I am having issues when using cluster with the vsearch (method=agc). My fasta file is aligned and preclustered. It is huge (~7M sequences). Vsearch finishes clustering and produces the .uc and .log files. The largest cluster has over 3.7M sequences.
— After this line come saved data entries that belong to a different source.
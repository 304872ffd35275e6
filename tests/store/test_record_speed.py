"""What one save reads: `logbook record` forecasts the saved pump from the part of the
file its forecast depends on (Store.fleet_for_pump), which must give the forecast the
whole fleet gives (the fleet view's); timings are in tests/bench/bench_record.py."""

from __future__ import annotations

import dataclasses
from datetime import date

import pytest

from logbook.analysis.fleet import forecast_in_fleet
from logbook.store import Store

TODAY = date(2026, 12, 1)


@pytest.fixture(scope="module")
def demo(tmp_path_factory):
    import demo_fleet

    path = tmp_path_factory.mktemp("speed") / "demo.db"
    with Store(path, create=True, user="demo") as store:
        demo_fleet.load(store, today=TODAY, seed=7)
    return path


def test_the_pumps_part_of_the_fleet_forecasts_it_as_the_whole_fleet_does(demo):
    with Store(demo) as store:
        whole = store.fleet()
        by_model: dict[str, list[str]] = {}
        for serial, pump in sorted(whole.pumps.items()):
            by_model.setdefault(pump.model, []).append(serial)
        chosen = [serials[i] for serials in by_model.values() for i in (0, len(serials) // 2, -1)]
        for serial in chosen:
            part = store.fleet_for_pump(serial)
            assert len(part.readings) < len(whole.readings)  # a part of the file was read
            # The engine's own whole-fleet answer is the reference (the fleet view shows it).
            assert forecast_in_fleet(part, serial, TODAY) == forecast_in_fleet(whole, serial, TODAY), serial


def test_one_save_reads_only_its_pump_and_machine(demo, monkeypatch):
    """Store.add_reading reads no other pump, fitment or reading: every SQL it runs names
    the pump, its machine or a row id (counted through the connection's trace)."""
    with Store(demo, user="t") as store:
        last = store.readings()[-1]
        new = dataclasses.replace(last, id=None, taken_on=TODAY, machine_hours=last.machine_hours + 5, machine=None,
                                  entered_by="", entered_at=None)
        statements: list[str] = []
        store.conn.set_trace_callback(statements.append)
        store.add_reading(new, today=TODAY)
        store.conn.set_trace_callback(None)
    reads = [s for s in statements if s.lstrip().upper().startswith("SELECT") and " FROM " in s.upper()]
    whole = [s for s in reads if "WHERE" not in s.upper() and "FROM MODELS" not in s.upper()
             and "FROM LIMITS" not in s.upper()]
    assert reads and whole == []  # models and limits (a handful of rows) are read whole; nothing else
The list is not created and it looks like it is just sitting there doing nothing.
Here is what is in the log file:
vsearch v2.17.1_linux_x86_64, 92.9GB RAM, 32 cores
/opt/mothur/1.48.0/prebuilt//vsearch --maxaccepts=16 --threads=32 --usersort --id=0.94 --minseqlength=30 --wordlength=8 --uc=Beavers_B.trim.contigs.good.filter.good.precluster.fasta.sorted.fasta.temp.clustered.uc --cluster_smallmem=Beavers_B.trim.contigs.good.filter.good.precluster.fasta.sorted.fasta.temp --maxrejects=64 --strand=both --log=Beavers_B.trim.contigs.good.filter.good.precluster.fasta.sorted.fasta.temp.clustered.log --sizeorder
Started Wed Jan 22 11:58:40 2025
2224429547 nt in 7324114 seqs, min 240, max 602, avg 304
Alphabet nt
Word width 8
Word ones 8
Spaced No
Hashed No
Coded No
Stepped No
Slots 65536 (65.5k)
DBAccel 100%
Clusters: 9309 Size min 1, max 3790290, avg 786.8
Singletons: 4966, 0.1% of seqs, 53.3% of clusters
Finished Wed Jan 22 12:20:41 2025
Elapsed time 22:01
Max memory 6.0GB
The fasta file is 26.8 GB and the count is close to 0.8 GB. Do you think this is a memory issue?